Where does the word "fanGround" appear in the entries below? Copy each line that holds it.

⁂

test('a builder wires the cooling fan circuit from the type-ahead and reads its drawing', async ({
  page,
}) => {
  mkdirSync(SCREENS, { recursive: true });
  page.on('dialog', (d) => void d.accept());
  await signIn(page, DEMO.builder);
  await openSection(page, 'Wires');
  await expect(wireRow(page, 'W-012')).toContainText('F4 fuse · out');
  await page.screenshot({ path: `${SCREENS}/wires-grid.png`, fullPage: true });

  // Take the demo's fan wires out, so the circuit is built fresh from the screen.
  // W-012, W-014 and W-015 run F4 → R4 → fan; the fan motor's own ground wire leaves M1-2.
  const fanGround = (
    await grid(page)
      .getByRole('row')
      .filter({ hasText: 'M1-2' })
      .getByRole('gridcell')
      .first()
      .textContent()
  )?.trim();
  expect(fanGround).toMatch(/^W-\d{3}$/);
  for (const label of ['W-012', 'W-014', 'W-015', fanGround!]) {
    await grid(page)
      .getByRole('button', { name: `Delete ${label}` })
      .click();
    await expect(wireRow(page, label)).toHaveCount(0);
  }

  // A new ground point for the fan, on the chassis beside the radiator.
  await page.getByRole('button', { name: 'Add a ground point' }).click();
  const groundForm = page.getByRole('form', { name: 'Add a ground point' });
  await groundForm.getByLabel('Location').selectOption('chassis');
  await groundForm.getByLabel('Strap size (mm²)').fill('6');
  await page.screenshot({ path: `${SCREENS}/wires-ground-form.png`, fullPage: true });
  await groundForm.getByRole('button', { name: 'Add ground point' }).click();
  await expect(
    page.getByRole('status').filter({ hasText: 'Added ground point G-5' }),
  ).toBeVisible();

  await page.getByRole('button', { name: 'Add a wire' }).click();
  const w1 = await addWire(page, ['F4 out', /^F4 fuse · out/], ['R4 30', /^R4 relay · 30/], 'RD');
  const w2 = await addWire(page, ['R4 87', /^R4 relay · 87(?!a)/], ['M1-1', /^M1-1/], 'RD/BU');
  const w3 = await addWire(page, ['M1-2', /^M1-2/], ['G-5', /^G-5 chassis/], 'BK');
  const form = page.getByRole('form', { name: 'Add a wire' });
  await form.getByRole('combobox', { name: 'End A' }).click();
  await form.getByRole('combobox', { name: 'End A' }).pressSequentially('R4 85');
  await page.screenshot({ path: `${SCREENS}/wires-type-ahead.png`, fullPage: true });
  await form.getByRole('combobox', { name: 'End A' }).press('Enter');
  await pickEnd(form.getByRole('combobox', { name: 'End B' }), 'E2-10', /^E2-10 Cooling fan relay/);
  const w4 = await saveWire(page);

  await expect(wireRow(page, w1)).toContainText('R4 relay · 30');
  await expect(wireRow(page, w3)).toContainText('G-5 chassis');
  await expect(wireRow(page, w4)).toContainText('E2-10 Cooling fan relay coil control');
  await page.getByText(/^Splices \(\d+\) and ground points/).click();
  const grounds = page.getByRole('table', { name: 'Ground points' });
  await expect(grounds.getByRole('row').filter({ hasText: 'G-5' })).toContainText('6 mm²');
  await page.screenshot({ path: `${SCREENS}/wires-splices-grounds.png`, fullPage: true });

  // The strap turns out heavier than planned: G-5 is changed in place.
  await page.getByRole('button', { name: 'Change G-5' }).click();
  const changeGround = page.getByRole('form', { name: 'Change ground point G-5' });
  await expect(changeGround.getByLabel('Strap size (mm²)')).toHaveValue('6');
  await changeGround.getByLabel('Strap size (mm²)').fill('10');
  await changeGround.getByLabel('Notes').fill('Radiator support, left');
  await page.screenshot({ path: `${SCREENS}/wires-change-ground.png`, fullPage: true });
  await changeGround.getByRole('button', { name: 'Save ground point' }).click();
  await expect(
    page.getByRole('status').filter({ hasText: 'Saved ground point G-5' }),
  ).toBeVisible();
  await expect(grounds.getByRole('row').filter({ hasText: 'G-5' })).toContainText('10 mm²');
  await expect(grounds.getByRole('row').filter({ hasText: 'G-5' })).toContainText(
    'Radiator support, left',
  );

  // A splice added by mistake is removed; a ground point that holds wires offers no Remove.
  await page.getByRole('button', { name: 'Add a splice' }).click();
  await page
    .getByRole('form', { name: 'Add a splice' })
    .getByRole('button', { name: 'Add splice' })
    .click();
  const addedSplice = page.getByRole('status').filter({ hasText: /Added splice S-\d+/ });
  await expect(addedSplice).toBeVisible();
  const spliceLabel = /S-\d+/.exec((await addedSplice.textContent())!)![0];
  const splices = page.getByRole('table', { name: 'Splices' });
  await expect(splices.getByRole('row').filter({ hasText: spliceLabel })).toHaveCount(1);
  await expect(page.getByRole('button', { name: 'Remove G-5' })).toHaveCount(0);
  await page.getByRole('button', { name: `Remove ${spliceLabel}` }).click();
  await expect(
    page.getByRole('status').filter({ hasText: `Removed ${spliceLabel}` }),
  ).toBeVisible();
  await expect(splices.getByRole('row').filter({ hasText: spliceLabel })).toHaveCount(0);

  // Keyboard: the new wire's length typed into its cell, Enter saves.
  const lengthCell = wireRow(page, w2).getByRole('gridcell').nth(cellAt('length'));
  await lengthCell.click();
  await page.keyboard.type('1.4');
  await page.keyboard.press('Enter');
  await expect(page.getByRole('status').filter({ hasText: `Saved ${w2}` })).toBeVisible();
  await expect(lengthCell).toHaveText('1.4');
  // The cursor went down a row: Ctrl+D fills the length down, Ctrl+Z takes it back.
  const belowLength = wireRow(page, w3).getByRole('gridcell').nth(cellAt('length'));
  await expect(belowLength).toBeFocused();
  await page.keyboard.press('Control+d');
  await expect(belowLength).toHaveText('1.4');
  await expect(page.getByRole('status').filter({ hasText: `Saved ${w3}` })).toBeVisible();
  await page.keyboard.press('Control+z');
  await expect(
    page.getByRole('status').filter({ hasText: `Undid the last change to ${w3}` }),
  ).toBeVisible();
  await expect(belowLength).toHaveText('—');
  // Two lines pasted into the notes go down the column, one wire each.
  const w3Notes = wireRow(page, w3).getByRole('gridcell').nth(cellAt('notes'));
  await w3Notes.click();
  await w3Notes.evaluate((cell) => {
    // The browser's own classes; the node typecheck of this file has no DOM library.
    const page = globalThis as unknown as {
      DataTransfer: new () => { setData: (type: string, value: string) => void };
      ClipboardEvent: new (type: string, init: object) => Event;
    };
    const data = new page.DataTransfer();
    data.setData('text/plain', 'Fan ground, short run\nCoil wire in the loom\n');
    cell.dispatchEvent(new page.ClipboardEvent('paste', { clipboardData: data, bubbles: true }));
  });
  await expect(w3Notes).toHaveText('Fan ground, short run');
  await expect(wireRow(page, w4).getByRole('gridcell').nth(cellAt('notes'))).toHaveText(
    'Coil wire in the loom',
  );

  // Someone else changes the wire meanwhile: the grid's next edit is refused and shows their row.
  const wires = (await (await page.request.get('/api/conversions/2/wires')).json()) as {
    wires: Array<{ id: number; label: string; version: number }>;
  };
  const other = wires.wires.find((w) => w.label === w2)!;
  const patched = await page.request.patch(`/api/wires/${other.id}`, {
    data: { notes: 'Routed behind the radiator', version: other.version },
  });
  expect(patched.ok()).toBe(true);
  const notesCell = wireRow(page, w2).getByRole('gridcell').nth(cellAt('notes'));
  await notesCell.click();
  await page.keyboard.type('Along the top rail');
  await page.keyboard.press('Enter');
  await expect(
    page.getByRole('status').filter({ hasText: `${w2} was changed by someone else` }),
  ).toBeVisible();
  await expect(notesCell).toHaveText('Routed behind the radiator');
  await page.screenshot({ path: `${SCREENS}/wires-conflict.png`, fullPage: true });

  // The fan feed's drawing, opened from the feeds table.
  await openSection(page, 'Feeds');
  await page.getByRole('link', { name: 'Show circuit of Cooling fan' }).click();
  await expect(page.getByRole('heading', { name: 'Feed “Cooling fan”' })).toBeVisible();
  const named = page.getByRole('list', { name: 'Named in the drawing' });
  await expect(named).toContainText('30 A');
  await expect(named).toContainText('30→87');
  for (const label of [w1, w2, w3, w4]) await expect(named).toContainText(label);
  await expect(named).toContainText('G-5');
  await expect(page.getByRole('img', { name: /Feed “Cooling fan”/ })).toBeVisible();
  await page.screenshot({ path: `${SCREENS}/circuit-fan.png`, fullPage: true });
});
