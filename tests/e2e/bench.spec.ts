import { expect, test } from '@playwright/test';
import { DEMO, signIn } from './support/session.ts';

test.use({ viewport: { width: 1024, height: 1366 } });

test('the technician works through the bench checklist on a tablet; ticks and readings survive a reload', async ({
  page,
}) => {
  await signIn(page, DEMO.technician);
  await page.getByRole('link', { name: 'Pellow farm flatbed' }).click();
  await page.getByRole('link', { name: 'Bench', exact: true }).click();
  await expect(page.getByRole('heading', { name: 'Bench checklist, revision 1' })).toBeVisible();
  await expect(page.getByText(/20 of \d+ done · 6 tested/)).toBeVisible();
  await page.screenshot({ path: 'test-results/screens/bench-tablet.png' });

  // A de-pinned cavity offers "Terminal out" and "Cavity sealed/plugged", never a reading.
  await page.getByRole('radio', { name: 'Everything' }).click();
  const depin = page.locator('li[data-pin]').first();
  await expect(depin).toContainText('De-pin');
  await expect(depin.getByRole('checkbox', { name: 'Cavity sealed/plugged' })).toBeVisible();
  await expect(depin.getByLabel('Reading, Ω')).toHaveCount(0);
  await page.getByRole('radio', { name: 'Still to do' }).click();

  const firstOpen = page
    .locator('li[data-pin]')
    .filter({ has: page.getByLabel('Reading, Ω') })
    .filter({ has: page.getByRole('checkbox', { name: 'Tested', checked: false }) })
    .first();
  const name = await firstOpen.getAttribute('data-pin');
  // Pin the row by its name: once ticked it no longer matches the filter above.
  const row = page.locator(`li[data-pin="${name}"]`);
  const work = row.getByRole('checkbox').first();
  if ((await work.getAttribute('aria-checked')) !== 'true') await work.click();
  await expect(work).toHaveAttribute('aria-checked', 'true');
  await row.getByLabel('Reading, Ω').fill('0.6');
  await row.getByLabel('Reading, Ω').press('Enter');
  await expect(row.getByText(/Fail: 0.6 Ω is above the limit/)).toBeVisible();
  await expect(row.getByLabel('What was found')).toBeVisible();
  await expect(page.getByText(/\d+ of \d+ done · 7 tested/)).toBeVisible();
  await expect(page.getByText('All saved')).toBeVisible();

  await page.reload();
  await page.getByRole('radio', { name: 'Everything' }).click();
  const same = page.locator(`li[data-pin="${name}"]`);
  await expect(same.getByRole('checkbox').first()).toHaveAttribute('aria-checked', 'true');
  await expect(same.getByRole('checkbox', { name: 'Tested' })).toHaveAttribute(
    'aria-checked',
    'true',
  );
  await expect(same.getByLabel('Reading, Ω')).toHaveValue('0.6');

  // The whole build: a wire is terminated, labelled and tested; a ground point cleaned and
  // torqued; a box position has its fuse fitted.
  const wire = page.getByRole('listitem').filter({ hasText: 'W-001' }).first();
  await expect(wire).toContainText('Wire');
  await expect(wire.getByRole('checkbox', { name: 'Labelled at both ends' })).toBeVisible();
  await expect(wire.getByLabel('Reading, Ω')).toBeVisible();
  const ground = page
    .getByRole('listitem')
    .filter({ hasText: 'G-1' })
    .filter({ hasText: 'Ground point' });
  await expect(ground.getByRole('checkbox', { name: 'Fastened and torqued' })).toBeVisible();
  const fuse = page.getByRole('listitem').filter({ hasText: 'Fuse and relay box F1' });
  await expect(fuse.getByRole('checkbox', { name: /Fuse fitted, 15 A/ })).toBeVisible();
  await wire.scrollIntoViewIfNeeded();
  await page.screenshot({ path: 'test-results/screens/bench-harness.png' });
});

test('the builder sees the checklist but cannot tick it', async ({ page }) => {
  await signIn(page, DEMO.builder);
  await page.getByRole('link', { name: 'Pellow farm flatbed' }).click();
  await page.getByRole('link', { name: 'Bench', exact: true }).click();
  await expect(page.getByRole('checkbox').first()).toBeDisabled();
  await page.screenshot({ path: 'test-results/screens/bench-builder.png' });
});
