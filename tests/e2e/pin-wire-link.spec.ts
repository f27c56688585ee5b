import { expect, test, type Page } from '@playwright/test';
import { allSaved, pinCell, pinGrid } from './support/pin-grid.ts';
import { DEMO, signIn } from './support/session.ts';
import { createSmallPlan } from './support/small-plan.ts';

const wireOf = (page: Page, pin: string) =>
  page
    .getByRole('grid', { name: 'Wires of this conversion' })
    .getByRole('row')
    .filter({ hasText: pin });

async function destination(page: Page, pin: string, typed: string, option: RegExp) {
  await pinCell(page, pin, 'destination').click();
  await page.keyboard.type(typed);
  await expect(page.getByRole('listbox').getByRole('option').first()).toHaveText(option);
  await page.keyboard.press('Enter');
  await allSaved(page);
}

test('a pin’s destination set and moved in the pin map is the wire in the wire list', async ({
  page,
}) => {
  await signIn(page, DEMO.builder);
  const plan = await createSmallPlan(page.request, 'Brede hay elevator', { joined: false });
  const made = await page.request.post(`/api/conversions/${plan.conversionId}/connectors`, {
    data: { label: 'V7', side: 'vehicle', cavityCount: 4 },
  });
  expect(made.ok()).toBe(true);

  await page.goto(`/conversions/${plan.conversionId}/pins`);
  await expect(pinGrid(page)).toBeVisible();
  await destination(page, 'E5-2', 'V7-2', /^V7-2/);
  await expect(pinCell(page, 'E5-2', 'destination')).toContainText('V7-2');

  await page.goto(`/conversions/${plan.conversionId}/wires`);
  await expect(wireOf(page, 'E5-2')).toHaveCount(1);
  await expect(wireOf(page, 'E5-2')).toContainText('V7-2');
  const label = (await wireOf(page, 'E5-2').getByRole('gridcell').first().textContent())!.trim();
  expect(label).toBe('W-001');

  // Moved to another cavity: the same wire follows, no second wire appears.
  await page.goto(`/conversions/${plan.conversionId}/pins`);
  await destination(page, 'E5-2', 'V7-4', /^V7-4/);
  await page
    .getByRole('navigation', { name: 'Conversion sections' })
    .getByRole('link', { name: 'Wires', exact: true })
    .click();
  await expect(wireOf(page, 'E5-2')).toHaveCount(1);
  await expect(wireOf(page, 'E5-2')).toContainText('V7-4');
  await expect(wireOf(page, 'E5-2')).toContainText('W-001');
  await page.screenshot({ path: 'test-results/screens/wire-follows-pin.png', fullPage: true });
});
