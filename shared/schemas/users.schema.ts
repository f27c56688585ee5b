import { z } from 'zod';
import { EmailSchema, RoleSchema } from './auth.schema.ts';
import { requiredText } from './common.schema.ts';

export const UserSummary = z.object({
  id: z.number(),
  email: z.string(),
  name: z.string(),
  role: RoleSchema,
  active: z.boolean(),
  /** Invited and has not set a password yet: cannot sign in. */
  invited: z.boolean(),
  createdAt: z.string(),
});
export type UserSummary = z.infer<typeof UserSummary>;

export const CreateUserRequest = z.strictObject({
  email: EmailSchema,
  name: requiredText(120),
  role: RoleSchema,
  /** Optional: without it the user gets an invitation to set their own password. */
  password: z.string().max(1024).optional(),
});
export type CreateUserRequest = z.infer<typeof CreateUserRequest>;

export const UpdateUserRequest = z
  .strictObject({
    name: requiredText(120).optional(),
    role: RoleSchema.optional(),
    active: z.boolean().optional(),
  })
  .refine((v) => Object.keys(v).length > 0, 'give at least one of name, role, active');
export type UpdateUserRequest = z.infer<typeof UpdateUserRequest>;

⁂

## Finished exercise
  const fanGround = (
  expect(fanGround).toMatch(/^W-\d{3}$/);
  for (const label of ['W-012', 'W-014', 'W-015', fanGround!]) {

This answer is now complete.